Check-list pratique : votre bilan de santé préventif masculin
Pour vous aider à passer à l’action, voici une check-list synthétique à adapter à votre âge et votre situation.
Au moins tous les 2 à 3 ans (plus souvent après 40 ans) :
- Consultation chez le médecin traitant avec examen clinique complet.
- Mesure tension artérielle, poids, IMC, tour de taille.
- Prise de sang : NFS, bilan lipidique, glycémie, fonction rénale, fonction hépatique, +/- TSH.
- Bandelette urinaire / ECBU selon les cas.
- ECG si facteurs de risque ou à partir d’un certain âge / si reprise sportive intensive.
- Vérification des vaccins.
En fonction de l’âge :
- Avant 40 ans : dépistage IST si nécessaire, dentiste 1 fois/an, contrôle de la vue tous les 2–3 ans, auto-palpation testiculaire.
- Entre 40 et 50 ans : discussion sur prostate, bilan cardio plus poussé si sportif ou facteurs de risque, évaluation du sommeil.
- Après 50 ans : test de dépistage du cancer colorectal tous les 2 ans, surveillance prostate adaptée à votre profil, suivi cardio renforcé.
En cas de facteurs de risque particuliers :
- Tabac important : discussion sur un éventuel dépistage pulmonaire après 50 ans.
- Surpoids/obésité : bilan métabolique plus régulier, dépistage apnées du sommeil.

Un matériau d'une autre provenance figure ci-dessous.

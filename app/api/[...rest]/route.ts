import { Problem } from '@/lib/errors/problem';
import { respondProblem } from '@/lib/http/respond';
import { requestId } from '@/lib/log/request-id';

/** Addresses that are none: the same kind of answer as everywhere else. */
const nothingHere = async (request: Request): Promise<Response> => respondProblem(new Problem('not-found'), requestId(request.headers));

export { nothingHere as GET, nothingHere as POST, nothingHere as PUT, nothingHere as PATCH, nothingHere as DELETE };
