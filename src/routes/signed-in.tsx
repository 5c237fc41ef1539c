import { useMemo, useState } from 'react'
import { Navigate, Outlet, useLocation } from 'react-router-dom'

import { hasRole } from '#shared/trade/roles.ts'
import type { Role } from '#shared/trade/roles.ts'
import { useSession, useSessionWatch, useSignOut } from '#src/api/session.ts'
import type { NavItem, Shell } from '#src/components/layout/shell-context.ts'
import { ShellContext } from '#src/components/layout/shell-context.ts'
import { paths } from '#src/lib/paths.ts'
import { toWords } from '#src/lib/problem-words.ts'

const surfaces: readonly (NavItem & { readonly role: Role })[] = [
  { to: paths.bench(), words: 'Bench', role: 'junior' },
  { to: paths.walks(), words: 'Walks', role: 'junior' },
  { to: paths.charts(), words: 'Charts', role: 'junior' },
  { to: paths.people(), words: 'People', role: 'owner' },
]

/** Around every screen that wants somebody signed in; when the session ends it leads to the sign-in page and back here. */
export function Component() {
  useSessionWatch()
  const { pathname, search } = useLocation()
  const session = useSession().data
  const signOut = useSignOut()
  const [isLeaving, setLeaving] = useState(false)
  const person = session?.person ?? null
  const problem = signOut.error === null ? null : toWords(signOut.error)
  const leave = signOut.mutate

  const shell = useMemo<Shell | null>(
    () =>
      session === undefined || person === null
        ? null
        : {
            shopName: session.shop.name,
            person,
            nav: surfaces.filter(({ role }) => hasRole(person.role, role)),
            isDemo: session.demoSignIns.length > 0,
            signOutProblem: problem,
            onSignOut: () => {
              setLeaving(true)
              leave(undefined, { onError: () => setLeaving(false) })
            },
          },
    [session, person, problem, leave],
  )

  if (shell === null) return <Navigate to={paths.signIn(isLeaving ? undefined : `${pathname}${search}`)} replace />
  return (
    <ShellContext value={shell}>
      <Outlet />
    </ShellContext>
  )
}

- Antécédents familiaux précoces d’infarctus/AVC/cancers : bilans plus rapprochés.
En pratique, la question n’est plus « faut-il faire un bilan ? », mais « que dois-je faire en priorité cette année ? ». Le plus efficace reste de prendre rendez-vous avec votre médecin traitant et de lui dire clairement : « Je veux faire un vrai point sur ma santé, qu’est-ce qu’on met dans le bilan, à mon âge et avec mon profil ? ».
La mécanique de votre voiture, vous l’amenez en révision sans discuter. Votre santé mérite au moins la même attention. Pas quand il sera trop tard, mais tant que vous avez encore le volant en main.